Well THAT was a terrifying read.

I liked the demonstration with the hands, though. That was good and easy to comprehend. 

Note to self: look for an apartment EAST of I-5.


----------



## CHamilton (Jul 13, 2015)

SarahZ said:


> Note to self: look for an apartment EAST of I-5.


Why do you think I live on Capitol Hill?


----------



## SarahZ (Jul 13, 2015)

CHamilton said:


> SarahZ said:
> 
> 
> > Note to self: look for an apartment EAST of I-5.
> ...


Note to self: when the big one hits, go hang out at Charlie's.


----------



## CHamilton (Jul 13, 2015)

SarahZ said:


> Note to self: when the big one hits, go hang out at Charlie's.


----------



## oregon pioneer (Jul 14, 2015)

SarahZ said:


> CHamilton said:
> 
> 
> > SarahZ said:
> ...


Good advice! And now, why do you think I live *east* of the Cascade Range?

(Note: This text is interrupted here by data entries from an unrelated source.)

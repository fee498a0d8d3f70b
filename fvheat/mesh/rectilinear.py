"""Rectilinear non-uniform grid generator: Case → Mesh.

Grid lines fall on every region corner and boundary-segment end; between them cells are
graded (:func:`fvheat.mesh.grading.graded_lines`). Each grid cell takes the material of the
last region containing its centre (regions are painted in order); cells no region covers
are outside the body. Exterior faces are matched to boundary segments; faces on no segment
are adiabatic.
"""

from __future__ import annotations

from dataclasses import replace

import numpy as np

from fvheat.case.model import Case
from fvheat.errors import CaseError
from fvheat.mesh.geometry import points_in_polygon, segment_frame
from fvheat.mesh.grading import graded_lines, merge_close
from fvheat.mesh.mesh import Mesh, RectGrid


def build_mesh(case: Case, refine: float = 1.0) -> Mesh:
    """Mesh the case's regions and attach its boundaries.

    ``refine`` divides ``max_cell`` and ``min_cell`` (2 gives about four times the cells),
    for grid checks. Raises :class:`CaseError` when a boundary touches no exterior face or
    a probe lies outside the body.
    """
    x, y = grid_lines(case, refine)
    names = tuple(case.materials)
    mat = paint(case, x, y, names)
    mesh = faces_from_grid(x, y, mat, names, tuple(b.name for b in case.boundaries))
    mesh = attach_boundaries(case, mesh)
    check_probes(case, mesh)
    return mesh


def grid_lines(case: Case, refine: float = 1.0) -> tuple[np.ndarray, np.ndarray]:
    """x and y grid lines (m) through all region vertices and boundary-segment ends."""
    pts = [r.vertices for r in case.regions]
    pts += [np.asarray(e, float) for b in case.boundaries for e in b.edges]
    allpts = np.concatenate(pts)
    lo, hi = allpts.min(axis=0), allpts.max(axis=0)
    tol = 1e-9 * max(float(np.max(hi - lo)), 1.0)
    # only coordinates inside the regions' extent are grid lines
    rlo = np.min([r.vertices.min(axis=0) for r in case.regions], axis=0)
    rhi = np.max([r.vertices.max(axis=0) for r in case.regions], axis=0)
    s = case.mesh
    lines = []
    for axis in (0, 1):
        c = allpts[:, axis]
        c = c[(c >= rlo[axis] - tol) & (c <= rhi[axis] + tol)]
        keys = merge_close(c, tol)
        lines.append(graded_lines(keys, s.max_cell / refine, s.min_cell / refine, s.growth))
    return lines[0], lines[1]


def paint(case: Case, x: np.ndarray, y: np.ndarray, names: tuple[str, ...]) -> np.ndarray:
    """Material index per grid cell, shape (rows, columns); −1 outside every region."""
    mat = np.full((y.size - 1, x.size - 1), -1, dtype=np.int32)
    xc = 0.5 * (x[1:] + x[:-1])
    yc = 0.5 * (y[1:] + y[:-1])
    for region in case.regions:
        m = names.index(region.material)
        x0, y0, x1, y1 = region.bounds
        i0, i1 = np.searchsorted(xc, [x0, x1])
        j0, j1 = np.searchsorted(yc, [y0, y1])
        if region.is_box:
            mat[j0:j1, i0:i1] = m
            continue
        px, py = np.meshgrid(xc[i0:i1], yc[j0:j1])
        inside = points_in_polygon(px, py, region.vertices)
        mat[j0:j1, i0:i1][inside] = m
    return mat


def faces_from_grid(
    x: np.ndarray,
    y: np.ndarray,
    mat: np.ndarray,
    material_names: tuple[str, ...],
    boundary_names: tuple[str, ...],
) -> Mesh:
    """Build the face arrays of a rectilinear grid whose cells carry material ``mat``.

    Boundary faces come out adiabatic (``b_boundary`` = −1); see :func:`attach_boundaries`.
    """
    active = mat >= 0
    index = np.full(mat.shape, -1, dtype=np.int64)
    index[active] = np.arange(int(active.sum()))
    dx, dy = np.diff(x), np.diff(y)
    xc, yc = 0.5 * (x[1:] + x[:-1]), 0.5 * (y[1:] + y[:-1])
    DX, DY = np.meshgrid(dx, dy)
    XC, YC = np.meshgrid(xc, yc)

    centres = np.column_stack([XC[active], YC[active]])
    volumes = (DX * DY)[active]

    # Pad with inactive cells so every grid cell has four neighbours.
    pidx = np.pad(index, 1, constant_values=-1)
    own, nbr, area, d_o, d_n, fc, fn = [], [], [], [], [], [], []
    b_cell, b_area, b_dist, b_c, b_n = [], [], [], [], []
    # axis 0: faces on vertical grid lines (a left of b); axis 1: horizontal lines (a below b)
    for axis in (0, 1):
        if axis == 0:
            a, b = pidx[1:-1, :-1], pidx[1:-1, 1:]  # left/right cell of each vertical line
            fx = np.broadcast_to(x[None, :], a.shape)
            fy = np.broadcast_to(yc[:, None], a.shape)
            length = np.broadcast_to(dy[:, None], a.shape)
            half_a = np.broadcast_to(0.5 * np.pad(dx, (1, 0))[None, :], a.shape)
            half_b = np.broadcast_to(0.5 * np.pad(dx, (0, 1))[None, :], a.shape)
            normal = (1.0, 0.0)
        else:
            a, b = pidx[:-1, 1:-1], pidx[1:, 1:-1]  # below/above cell of each horizontal line
            fx = np.broadcast_to(xc[None, :], a.shape)
            fy = np.broadcast_to(y[:, None], a.shape)
            length = np.broadcast_to(dx[None, :], a.shape)
            half_a = np.broadcast_to(0.5 * np.pad(dy, (1, 0))[:, None], a.shape)
            half_b = np.broadcast_to(0.5 * np.pad(dy, (0, 1))[:, None], a.shape)
            normal = (0.0, 1.0)
        n = np.array(normal)
        inner = (a >= 0) & (b >= 0)
        own.append(a[inner])
        nbr.append(b[inner])
        area.append(length[inner])
        d_o.append(half_a[inner])
        d_n.append(half_b[inner])
        fc.append(np.column_stack([fx[inner], fy[inner]]))
        fn.append(np.tile(n, (int(inner.sum()), 1)))
        for cell, half, sign in ((a, half_a, 1.0), (b, half_b, -1.0)):
            other = b if sign > 0 else a
            ext = (cell >= 0) & (other < 0)
            b_cell.append(cell[ext])
            b_area.append(length[ext])
            b_dist.append(half[ext])
            b_c.append(np.column_stack([fx[ext], fy[ext]]))
            b_n.append(np.tile(sign * n, (int(ext.sum()), 1)))

    nb = sum(c.size for c in b_cell)
    return Mesh(
        centres=centres,
        volumes=volumes,
        material=mat[active].astype(np.int32),
        material_names=material_names,
        owner=np.concatenate(own),
        neighbour=np.concatenate(nbr),
        face_area=np.concatenate(area),
        d_owner=np.concatenate(d_o),
        d_neighbour=np.concatenate(d_n),
        face_centre=np.concatenate(fc),
        face_normal=np.concatenate(fn),
        b_cell=np.concatenate(b_cell),
        b_area=np.concatenate(b_area),
        b_dist=np.concatenate(b_dist),
        b_centre=np.concatenate(b_c),
        b_normal=np.concatenate(b_n),
        b_boundary=np.full(nb, -1, dtype=np.int32),
        b_exchange=np.ones(nb),
        boundary_names=boundary_names,
        grid=RectGrid(x=x, y=y, cell_index=index),
    )


def attach_boundaries(case: Case, mesh: Mesh) -> Mesh:
    """Mark the exterior faces lying on each boundary's segments (later boundaries win).

    On a grid-aligned segment a face belongs to it when its centre lies on the segment and
    it is parallel to it. On a sloped segment the body's edge is stepped: exterior faces
    whose centre lies within half a cell diagonal of the segment and that look out on the
    segment's outer side belong to it, with ``b_exchange`` their projection
    |n_face · n_segment| scaled so the stepped faces sum to the segment's true length.
    """
    bid = mesh.b_boundary.copy()
    exch = mesh.b_exchange.copy()
    c, nrm = mesh.b_centre, mesh.b_normal
    if mesh.grid is not None:
        dx = np.diff(mesh.grid.x)
        dy = np.diff(mesh.grid.y)
        # half-diagonal of the owning grid cell
        cols = np.searchsorted(mesh.grid.x, mesh.centres[mesh.b_cell, 0]) - 1
        rows = np.searchsorted(mesh.grid.y, mesh.centres[mesh.b_cell, 1]) - 1
        reach = 0.5 * np.hypot(dx[cols], dy[rows])
    else:
        reach = np.sqrt(mesh.volumes[mesh.b_cell])
    scale = max(float(np.ptp(mesh.centres)), 1.0)
    tol = 1e-9 * scale
    for k, b in enumerate(case.boundaries):
        hit = np.zeros(mesh.n_boundary_faces, dtype=bool)
        for e, (p0, p1) in enumerate(b.edges):
            t, n, length = segment_frame(np.array(p0), np.array(p1))
            rel = c - np.asarray(p0, float)
            along = rel @ t
            off = np.abs(rel @ n)
            proj = np.abs(nrm @ n)
            aligned = abs(t[0]) < 1e-12 or abs(t[1]) < 1e-12
            if aligned:
                on = (off <= tol) & (along > tol) & (along < length - tol) & (proj > 0.5)
                exch_e = np.ones_like(proj)
            else:
                near = (off <= reach) & (along > -tol) & (along < length + tol)
                # keep the faces looking out on the side the staircase faces mostly look to
                # (not those of a neighbouring straight edge at a shared corner), and scale
                # their projections so the stepped faces sum to the true length
                side = nrm @ n
                outward = np.sign(np.sum(mesh.b_area[near] * side[near]))
                on = near & (side * outward > 0.0)
                total = float(np.sum(mesh.b_area[on] * proj[on]))
                exch_e = proj * (length / total if total > 0 else 1.0)
            if not on.any():
                raise CaseError(
                    f"segment {list(map(list, (p0, p1)))} lies on no exterior edge of the body "
                    "(check its coordinates against the regions)",
                    file=str(case.source),
                    key=f"boundaries.{k}.edges.{e}",
                )
            hit |= on
            exch = np.where(on, exch_e, exch)
        bid[hit] = k
    return replace(mesh, b_boundary=bid, b_exchange=exch)


def check_probes(case: Case, mesh: Mesh) -> None:
    """Raise :class:`CaseError` for a probe that lies outside every cell of the body."""
    g = mesh.grid
    if g is None:
        return
    tol = 1e-12 * max(float(np.ptp(g.x)), float(np.ptp(g.y)), 1.0)
    for k, p in enumerate(case.probes):
        px, py = p.at
        cols = np.flatnonzero((g.x[:-1] <= px + tol) & (g.x[1:] >= px - tol))
        rows = np.flatnonzero((g.y[:-1] <= py + tol) & (g.y[1:] >= py - tol))
        if not (g.cell_index[np.ix_(rows, cols)] >= 0).any():
            raise CaseError(
                f"point {list(p.at)} is outside the body (no region covers it)",
                file=str(case.source),
                key=f"probes.{k}.at",
            )
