"""Vectorised planar geometry helpers (coordinates in m)."""

from __future__ import annotations

import itertools
from collections.abc import Sequence

import numpy as np


def points_in_polygon(px: np.ndarray, py: np.ndarray, vertices: np.ndarray) -> np.ndarray:
    """Even-odd test of points (``px``, ``py``, any equal shapes) against a closed polygon;
    points on an edge (within 1e-12 of the polygon's size) count as inside, whatever the
    edge's orientation, so a mirrored polygon paints the mirrored cells.

    Vectorised over the points; loops only over the polygon's edges.
    """
    inside = np.zeros(np.broadcast(px, py).shape, dtype=bool)
    on_edge = np.zeros_like(inside)
    xv, yv = vertices[:, 0], vertices[:, 1]
    xw, yw = np.roll(xv, -1), np.roll(yv, -1)
    tol = 1e-12 * max(float(np.ptp(xv)), float(np.ptp(yv)), 1.0)
    for x0, y0, x1, y1 in zip(xv, yv, xw, yw, strict=True):
        dx, dy = x1 - x0, y1 - y0
        length2 = dx * dx + dy * dy
        u = np.clip(((px - x0) * dx + (py - y0) * dy) / length2, 0.0, 1.0)
        on_edge |= np.hypot(px - (x0 + u * dx), py - (y0 + u * dy)) <= tol
        if y0 == y1:
            continue
        crosses = (y0 > py) != (y1 > py)
        x_at = x0 + (py - y0) * dx / dy
        inside ^= crosses & (px < x_at)
    return inside | on_edge


def segment_frame(p0: np.ndarray, p1: np.ndarray) -> tuple[np.ndarray, np.ndarray, float]:
    """Unit tangent, unit normal (tangent rotated −90°) and length of segment p0 → p1."""
    d = np.asarray(p1, float) - np.asarray(p0, float)
    length = float(np.hypot(*d))
    t = d / length
    return t, np.array([t[1], -t[0]]), length


def grid_in_polygon(xc: np.ndarray, yc: np.ndarray, vertices: np.ndarray) -> np.ndarray:
    """:func:`points_in_polygon` for the points of a grid: whether each (``xc[i]``,
    ``yc[j]``) (sorted 1-D coordinates, m) lies inside the closed polygon or on its
    outline, as an array of shape (``yc.size``, ``xc.size``).

    Scan lines instead of one pass over all points per edge: every edge yields its
    crossings with the rows it spans, each crossing flips the parity of the row's points
    left of it (a difference array summed along the rows), so the work is
    O(points + crossings), not O(points × edges).
    """
    xc, yc = np.asarray(xc, float), np.asarray(yc, float)
    ny, nx = yc.size, xc.size
    v = np.asarray(vertices, float)
    x0, y0 = v[:, 0], v[:, 1]
    x1, y1 = np.roll(x0, -1), np.roll(y0, -1)
    tol = 1e-12 * max(float(np.ptp(x0)), float(np.ptp(y0)), 1.0)
    # crossings: rows j with min(y0, y1) <= yc[j] < max(y0, y1) (the even-odd rule of
    # points_in_polygon: (y0 > y) != (y1 > y)), counted for points strictly left of them
    lo, hi = np.minimum(y0, y1), np.maximum(y0, y1)
    edge, row = _edge_rows(np.searchsorted(yc, lo, "left"), np.searchsorted(yc, hi, "left"))
    x_at = x0[edge] + (yc[row] - y0[edge]) * (x1 - x0)[edge] / (y1 - y0)[edge]
    flips = np.zeros((ny, nx + 1), dtype=np.int32)
    np.add.at(flips, (row, np.zeros_like(row)), 1)
    np.add.at(flips, (row, np.searchsorted(xc, x_at, "left")), -1)
    inside = (np.cumsum(flips[:, :nx], axis=1) & 1).astype(bool)
    # points on an edge (within tol of it) count as inside, as in points_in_polygon
    edge, row = _edge_rows(
        np.searchsorted(yc, lo - tol, "left"), np.searchsorted(yc, hi + tol, "right")
    )
    dx, dy = (x1 - x0)[edge], (y1 - y0)[edge]
    flat = dy == 0.0
    t = np.where(flat, 0.0, (yc[row] - y0[edge]) / np.where(flat, 1.0, dy)).clip(0.0, 1.0)
    x_on = x0[edge] + t * dx
    # x range of the edge at this row: the whole edge when horizontal, else its crossing,
    # widened by the tolerance measured across the edge
    length = np.hypot(dx, dy)
    reach = np.where(flat, tol, tol * length / np.maximum(np.abs(dy), 1e-300))
    xmin = np.minimum(x0[edge], x1[edge]) - tol
    xmax = np.maximum(x0[edge], x1[edge]) + tol
    left = np.maximum(np.where(flat, xmin, x_on - reach), xmin)
    right = np.minimum(np.where(flat, xmax, x_on + reach), xmax)
    first = np.searchsorted(xc, left, "left")
    last = np.searchsorted(xc, right, "right")
    edge_row, cols = _edge_rows(first, last)
    on_edge = np.zeros((ny, nx), dtype=bool)
    on_edge[row[edge_row], cols] = True
    return inside | on_edge


def _edge_rows(start: np.ndarray, stop: np.ndarray) -> tuple[np.ndarray, np.ndarray]:
    """Pairs (k, j) for every k and every j in ``start[k] <= j < stop[k]``, flattened."""
    count = np.maximum(stop - start, 0)
    k = np.repeat(np.arange(count.size), count)
    offsets = np.arange(k.size) - np.repeat(np.cumsum(count) - count, count)
    return k, np.repeat(start, count) + offsets


def points_on_segments(
    points: np.ndarray, segments: Sequence[Sequence[Sequence[float]]], tol: float
) -> np.ndarray:
    """Whether each point (n, 2) m lies within ``tol`` m of one of the ``segments``
    (((x0, y0), (x1, y1)) m each).

    The points are sorted by x once and each segment tests only those inside its
    bounding box, so thousands of segments against thousands of points stay cheap.
    """
    pts = np.asarray(points, float).reshape(-1, 2)
    hit = np.zeros(len(pts), dtype=bool)
    order = np.argsort(pts[:, 0], kind="stable")
    xs = pts[order, 0]
    for (x0, y0), (x1, y1) in segments:
        lo, hi = np.searchsorted(xs, [min(x0, x1) - tol, max(x0, x1) + tol])
        cand = order[lo:hi]
        cand = cand[(pts[cand, 1] >= min(y0, y1) - tol) & (pts[cand, 1] <= max(y0, y1) + tol)]
        if cand.size == 0:
            continue
        a = np.array([x0, y0], float)
        d = np.array([x1, y1], float) - a
        rel = pts[cand] - a
        dd = float(d @ d)
        u = np.clip(rel @ d / dd, 0.0, 1.0) if dd > 0 else np.zeros(cand.size)
        gap = np.hypot(*(rel - u[:, None] * d).T)
        hit[cand[gap <= tol]] = True
    return hit


def coincident_ids(keys: np.ndarray, shifted: int | None = None) -> np.ndarray:
    """One id per row of ``keys`` (n, d), the same for rows less than a quarter apart in
    every coordinate, never for rows 1 or more apart in one. Only the first ``shifted``
    columns (default all) are rounded shifted too; the others must agree once rounded
    (e.g. a face's normal, computed the same way for both rows).

    ``keys`` are coordinates already divided by their tolerance (points in units of
    1e-9 of the model's size, say). Rounding them to integers once would split a pair lying
    on either side of a half-unit by round-off (a dyadic coordinate such as
    0.0953515625 m sits exactly on one); rounding them with each coordinate shifted by 0
    or ½ (2^d roundings) puts every such pair in one cell of at least one of them, and the
    cells' members are joined. numpy and scipy.sparse only (no k-d tree: scipy.spatial
    costs a run 0.1–0.2 s of imports)."""
    from scipy.sparse import coo_matrix
    from scipy.sparse.csgraph import connected_components

    n, d = keys.shape
    if n == 0:
        return np.zeros(0, dtype=np.int64)
    rows, cols = [], []
    k = d if shifted is None else shifted
    for shift in itertools.product((0.0, 0.5), repeat=k):
        cell = np.rint(keys + np.concatenate([shift, np.zeros(d - k)]))
        order = np.lexsort(cell.T[::-1])
        ranked = cell[order]
        start = np.concatenate([[True], np.any(ranked[1:] != ranked[:-1], axis=1)])
        head = order[np.flatnonzero(start)][np.cumsum(start) - 1]  # each row's cell's first
        rows.append(order)
        cols.append(head)
    r, c = np.concatenate(rows), np.concatenate(cols)
    graph = coo_matrix((np.ones(r.size), (r, c)), shape=(n, n))
    return connected_components(graph, directed=False)[1].astype(np.int64)
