"""Which mesh a case gets: ``[mesh] kind`` = "auto", "triangles" or "rectilinear".

"auto" takes the triangle mesh (exact geometry) whenever a region outline, hole or boundary
segment is not axis-aligned, unless the case uses something the triangle mesh does not
support yet (``[ground]``; then the rectilinear grid, said in the log); "triangles" with
such a case is refused in one line naming the key.
"""

from __future__ import annotations

import logging

import numpy as np

from fvheat.case.model import Case
from fvheat.errors import CaseError
from fvheat.mesh.mesh import Mesh

log = logging.getLogger(__name__)


def sloped(case: Case) -> bool:
    """Whether some region outline, hole or boundary segment is not axis-aligned."""
    rings = [r.vertices for r in case.regions] + [h for r in case.regions for h in r.holes]
    for ring in rings:
        d = np.roll(ring, -1, axis=0) - ring
        length = np.hypot(*d.T)
        if np.any((np.abs(d[:, 0]) > 1e-12 * length) & (np.abs(d[:, 1]) > 1e-12 * length)):
            return True
    for b in case.boundaries:
        for (x0, y0), (x1, y1) in b.edges:
            if x0 != x1 and y0 != y1:
                return True
    return False


def unsupported(case: Case) -> tuple[str, str] | None:
    """(key, reason) of the first thing in ``case`` the triangle mesh does not support yet,
    or None."""
    if case.ground is not None:
        return "ground", "[ground] (the soil block's floor U) runs on the rectilinear mesh only"
    return None


def mesh_kind(case: Case) -> str:
    """The mesh ``case`` gets: "triangles" or "rectilinear" (see the module text)."""
    kind = case.mesh.kind
    if kind == "rectilinear":
        return kind
    problem = unsupported(case)
    if kind == "triangles":
        if problem is not None:
            key, reason = problem
            raise CaseError(
                f'{reason}: set [mesh] kind = "rectilinear" (or "auto")',
                file=str(case.source),
                key=key,
            )
        return kind
    if not sloped(case):
        return "rectilinear"
    if problem is not None:
        log.info("sloped geometry on the rectilinear mesh: %s (%s)", problem[1], problem[0])
        return "rectilinear"
    return "triangles"


def build_mesh(case: Case, refine: float = 1.0) -> Mesh:
    """The case's mesh (kind from :func:`mesh_kind`); ``refine`` divides every size."""
    if case.mesh.file is not None:
        from fvheat.mesh.imported import build_file_mesh

        return build_file_mesh(case, refine)
    if mesh_kind(case) == "triangles":
        from fvheat.mesh.triangles import build_triangle_mesh

        return build_triangle_mesh(case, refine)
    from fvheat.mesh.rectilinear import build_mesh as build_grid

    return build_grid(case, refine)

Yes, you're all welcome here. If anything that big happens, we'll all need each other.


----------



## XHRTSP (Jul 14, 2015)

I live a couple hundred feet east of I5. When the NW Apacalypse hits, party at my place. I have jalapeno poppers!


----------



## CHamilton (Jul 14, 2015)

Earthquake experts on ‘The Really Big One': Here’s what will actually happen in Seattle


> This weekend’s New Yorker story about the inevitable earthquake coming to destroy Seattle terrified plenty of people, but a few Seattle-area earthquake experts are assuring people that things probably won’t be as bad as the original article made it seem.


----------



## Railroad Bill (Jul 15, 2015)

When we traveled along the Washington and Oregon coast a few years ago, I noted the tsunami warning signs and wondered where we would go if an earthquake hit and caused the giant wave of water to come ashore. Being from Ohio, we seldom worry about those things but this article is certainly an eye opener to the risk of living there. But of course, life is pretty risky just driving in Cleveland during rush hour..


----------



## Bob Dylan (Jul 15, 2015)

Not to mention freezing to death in the Midwest Winters! LOL


----------